Mejoramiento mediante introducción de leguminosas
La necesidad de mejorar la producción primaria de las pasturas naturales, así como su calidad, ha conducido a la introducción de leguminosas a través de la siembra en cobertura, siembra con zapatas, labranza cero o siembra directa, como una forma de incrementar la producción secundaria. En este proceso es esencial la corrección de los bajos niveles de fósforo del suelo.

El estudio de los factores controlados por el hombre, permite comprender diferentes aspectos de la sucesión vegetal inducida, contribuyendo al éxito de la aplicación de esta tecnología.

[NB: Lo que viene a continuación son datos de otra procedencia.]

// begin opens a block.
func (j *jcamp) begin() bool {
	if n := len(j.open); n > 0 {
		b := j.open[n-1]
		if !b.isLink() {
			j.fail(j.line, "##TITLE= of another block before ##END= of the one begun at line %d; is the file cut?", b.line)
			return false
		}
		b.inner++
	}
	if j.blocks++; j.blocks > maxBlocks || len(j.open) == maxNesting {
		j.fail(j.line, "more than %d blocks, or more than %d in one another", maxBlocks, maxNesting)
		return false
	}
	j.open = append(j.open, &jcampBlock{file: j.file, line: j.line, labels: map[string]*jcampLabel{}, faults: faultList{most: maxBlockFaults}})
	return true
}

// finish takes in a block that has ended.
func (j *jcamp) finish(b *jcampBlock) {
	if b.isLink() {
		l := b.labels["BLOCKS"]
		if l == nil {
			return
		}
		// Some programs count the outer block.
		if n, _, size := affn(l.text, exponentAlways); size == len(l.text) && n != float64(b.inner) && n != float64(b.inner+1) {
			j.notes = append(j.notes, fmt.Sprintf("##BLOCKS= at line %d says %s, there are %d", l.line, short(n), b.inner))
		}
		return
	}
	if why := b.unfit(); why != nil {
		j.passed = append(j.passed, passedBlock{b.line, why})
		return
	}
	j.points += len(b.table.y)
	spectrum, ok := b.spectrum()
	if !ok {
		j.faults = append(j.faults, b.faults.errors()...)
		return
	}
	for _, outer := range j.open { // which the block lies in
		spectrum.Comments = append(spectrum.Comments, outer.comments()...)
	}
	spectrum.Comments = append(spectrum.Comments, b.comments()...)
	j.out = append(j.out, spectrum)
}

// end takes the end of the file.
func (j *jcamp) end() {
	switch {
	case len(j.open) > 0:
		b := j.open[len(j.open)-1]
		j.fail(j.line, "the file ends without ##END= of the block begun at line %d; it seems cut", b.line)
		if b.unfit() == nil {
			j.faults = append(j.faults, b.faults.errors()...)
		}
	case len(j.faults) > 0:
	case j.blocks == 0:
		j.fail(0, "empty; JCAMP-DX begins with ##TITLE=")
	case len(j.out) == 0 && len(j.passed) == 0:
		j.fail(0, "no block with a spectrum in it; one has ##XYDATA= or ##XYPOINTS=")
	case len(j.out) == 0:
		for _, p := range j.passed {
			j.faults = append(j.faults, p.RowError)
		}
	default:
		const named = 5
		for _, p := range j.passed[:min(len(j.passed), named)] {
			j.notes = append(j.notes, fmt.Sprintf("the block at line %d was passed over: it %s", p.line, p.Text))
		}
		if n := len(j.passed) - named; n > 0 {
			j.notes = append(j.notes, fmt.Sprintf("%d more blocks were passed over", n))
		}
		j.out[0].Notes = append(j.out[0].Notes, j.notes...)
	}
}

// unfit says why a block is not an optical spectrum, and in which line, or returns nil. A label that is
// missing is a fault of the block, not a reason to pass it over.
func (b *jcampBlock) unfit() *RowError {
	const wanted = "; a spectrum of a pane is transmittance, reflectance or absorbance over wavelength"
	const asCurve = "; write the spectrum as ##XYDATA= (X++(Y..Y))"
	// at returns a reason in the line of a label, or where the block begins.
	at := func(label, format string, args ...any) *RowError {
		line := b.line
		if l := b.labels[label]; l != nil {
			line = l.line
		}
		return &RowError{b.file, line, 0, fmt.Sprintf(format, args...)}
	}
	kind, class := b.value("DATATYPE"), bare(b.value("DATACLASS"))
	switch {
	case b.other == holdsStructure:
		return at("", "holds %s%s", holdsStructure, wanted)
	case notOptical(kind):
		return at("DATATYPE", "holds %q%s", clip(kind), wanted)
	case b.other == holdsPages || class == "NTUPLES":
		return at("", "holds %s%s", holdsPages, asCurve)
	case b.table == nil && b.other != "":
		return at("", "holds %s and no curve%s", b.other, asCurve)
	case b.table == nil && (class == "PEAKTABLE" || class == "ASSIGNMENTS"), b.table != nil && b.table.form == formPeaks:
		return at("", "holds peaks and no curve%s", asCurve)
	case b.table == nil:
		return at("", "holds no table of points%s", asCurve)
	case b.table.form == formComplex:
		return at("", "holds complex data, as before or after a Fourier transform%s", wanted)
	}
	if x := b.value("XUNITS"); x != "" && unitOfX(x).name == "" {
		return at("XUNITS", "has x in %q; an optical spectrum has nm, µm or 1/cm (NANOMETERS, MICROMETERS, 1/CM)", clip(x))
	}
	if y := b.value("YUNITS"); y != "" && unitOfY(y).quantity == "" {
		return at("YUNITS", "has ordinates in %q; a spectrum of a pane has TRANSMITTANCE or REFLECTANCE, as a fraction or in %%, or ABSORBANCE", clip(y))
	}
	return nil
}

// notOptical reports whether a ##DATA TYPE= is plainly something else than transmittance or
// reflectance over wavelength. One that is not known is judged by its units.
func notOptical(dataType string) bool {
	words := strings.FieldsFunc(strings.ToUpper(dataType), func(c rune) bool { return !unicode.IsLetter(c) })
	return slices.ContainsFunc(words, func(word string) bool {
		switch word {
		case "NMR", "FID", "EPR", "ESR", "ENDOR", "MASS", "MS", "IMS", "MOBILITY", "RAMAN", "CHROMATOGRAM", "INTERFEROGRAM",
			"PEAK", "PEAKS", "ASSIGNMENT", "ASSIGNMENTS", "FLUORESCENCE", "PHOSPHORESCENCE", "LUMINESCENCE", "EMISSION",
			"DICHROISM", "CD", "DIFFRACTION", "XRD", "VOLTAMMOGRAM", "VOLTAMMETRY", "SORPTION", "TGA", "DSC", "STRUCTURE":
			return true
		}
		return false
	})
}

// latin reads bytes as UTF-8, or else as Latin-1.
func latin(b []byte) string {
	if utf8.Valid(b) {
		return string(b)
	}
	r := make([]rune, len(b))
	for i, c := range b {
		r[i] = rune(c)
	}
	return string(r)
}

En el mejoramiento del campo debe tenerse en cuenta: 

- el tapiz vegetal: las especies que lo componen indican la calidad del campo, estando esto relacionado con los tipos productivos y vegetativos de las mismas y sus ciclos;
- el tipo de suelo, topografía, pedregosidad, riesgos de erosión y sequía, drenaje, etc.
- destino ganadero que se piensa dar al potrero mejorado, por ejemplo bovinos, ovinos, cría, engorde, destetes u otros.

Estos factores condicionan la elección de las especies a introducir, así como la manera en que las semillas estarán en contacto con el suelo, para obtener agua y elementos nutritivos, regular y eficientemente. 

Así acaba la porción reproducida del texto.